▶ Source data
------------------------------------------------------------
"""Rating a model file on its exact effects: every section, capacity, vehicle and level.

:func:`rate` reads the ``[rating]`` settings, the ``[[capacity]]`` entries and the dead loads of a
model file; takes every envelope section (supports, both sides where shear jumps, tenth points,
extras) for each response that has a capacity; finds each section's capacity in each sense
(:func:`~influence.rating.capacity.capacity_at`; none: the section is reported "not rated");
integrates the dead loads exactly and places them in DC, DW and P; places every vehicle exactly
with the level's dynamic allowance set on its cases (so the allowance is applied once, and the
search governs the load as rated); distributes the lane to the girder; and rates each section,
response, sense, vehicle, level and limit state with :func:`~influence.rating.rate_section`.
Postings follow from the legal vehicles' lowest factors.

The dynamic allowance of a section at a level: the ``[rating]`` impact when given; LRFR IM =
33 % on the vehicle (reduced for legal and permit loads on smooth decks and spans of 40 ft or
more; none for an escorted crawl crossing), none on the lane load; LFR and ASR
I = 50/(L + 125) <= 0.30 from the section's span, on vehicle and lane load alike (AASHTO Standard
Specifications 3.8.2; the rules are :mod:`influence.rating.impact`'s).

Example (the bundled Pellow Brook bridge: the HL-93 inventory factor is governed by shear
beside the pier; Type 3's posting, RT = RF x 25 tons):
    >>> from pathlib import Path
    >>> bridge = Path(__file__).resolve().parents[2] / "examples" / "pellow-brook-bridge.toml"
    >>> ratings = rate(bridge, ("HL-93", "Type 3"), ("inventory", "legal"))
    >>> low = ratings.lowest("HL-93", "design inventory")
    >>> low.section[:2], low.response, low.limit_state, round(low.rating_factor, 3)  # symmetric
    ('P1', 'shear', 'Strength I', 0.514)
    >>> type3 = ratings.postings.legal[0]
    >>> type3.vehicle, type3.posting.action, round(type3.posting.rating, 2)
    ('Type 3', 'none', 32.01)
"""

from __future__ import annotations

import dataclasses
from collections.abc import Sequence
from dataclasses import dataclass
from pathlib import Path

from influence.analysis.lines import analyse_model
from influence.design.loading import vehicles_for
from influence.design.sections import Section
from influence.errors import ModelError
from influence.model.path import trace
from influence.model.reader import ModelFile, read_model_file
from influence.rating.capacity import Capacity, capacities, capacity_at, check_on_structure
from influence.rating.dead_terms import DeadLoadTerms, dead_load_terms
from influence.rating.demands import (
    RATED_RESPONSES,
    LiveEffect,
    LiveSearch,
    RatedSection,
    rated_sections,
)
from influence.rating.impact import ImpactAllowance, lfr_impact, lrfr_impact
from influence.rating.live_factors import checked_adtt
from influence.rating.load_factors import limit_states
from influence.rating.rating_vehicles import default_vehicles, levels_of, rating_levels
from influence.rating.ratings import (
    ConcurrentMoment,
    NotRated,
    RatedVehicle,
    Ratings,
    SectionRating,
)
from influence.rating.result import SENSES, SectionEffects
from influence.rating.section_rating import rate_section
from influence.rating.settings import RatingSettings, rating_settings
from influence.rating.traceability import distribution_basis, live_factor_basis
from influence.rating.vehicle_postings import postings_of
from vehicles.errors import VehicleError
from vehicles.loadmodel import KIP_PER_TON, LoadModel
from vehicles.search.concurrent import concurrent

MEMORY_CATEGORIES = ("legal", "specialized hauling", "notional", "emergency")
"""Library categories whose axle data the outputs label with their confidence."""


@dataclass(frozen=True)
class RatingInputs:
    """A model file read for rating: its settings, capacities and dead-load terms, checked.

    Attributes:
        model_file: the model file.
        settings: the ``[rating]`` settings.
        capacities: the ``[[capacity]]`` entries, checked against the structure.
        terms: the load names of ``[[loads]]`` in DC, DW and P.
    """

    model_file: ModelFile
    settings: RatingSettings
    capacities: tuple[Capacity, ...]
    terms: DeadLoadTerms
------------------------------------------------------------
▶ Task details
Please return the lines above that run from the line containing "response, sense, vehicle, level" to the line containing "I = 50/(L + 125)", inclusive, exactly and with no other lines.

▶ Result of this exercise
response, sense, vehicle, level and limit state with :func:`~influence.rating.rate_section`.
Postings follow from the legal vehicles' lowest factors.

The dynamic allowance of a section at a level: the ``[rating]`` impact when given; LRFR IM =
33 % on the vehicle (reduced for legal and permit loads on smooth decks and spans of 40 ft or
more; none for an escorted crawl crossing), none on the lane load; LFR and ASR
I = 50/(L + 125) <= 0.30 from the section's span, on vehicle and lane load alike (AASHTO Standard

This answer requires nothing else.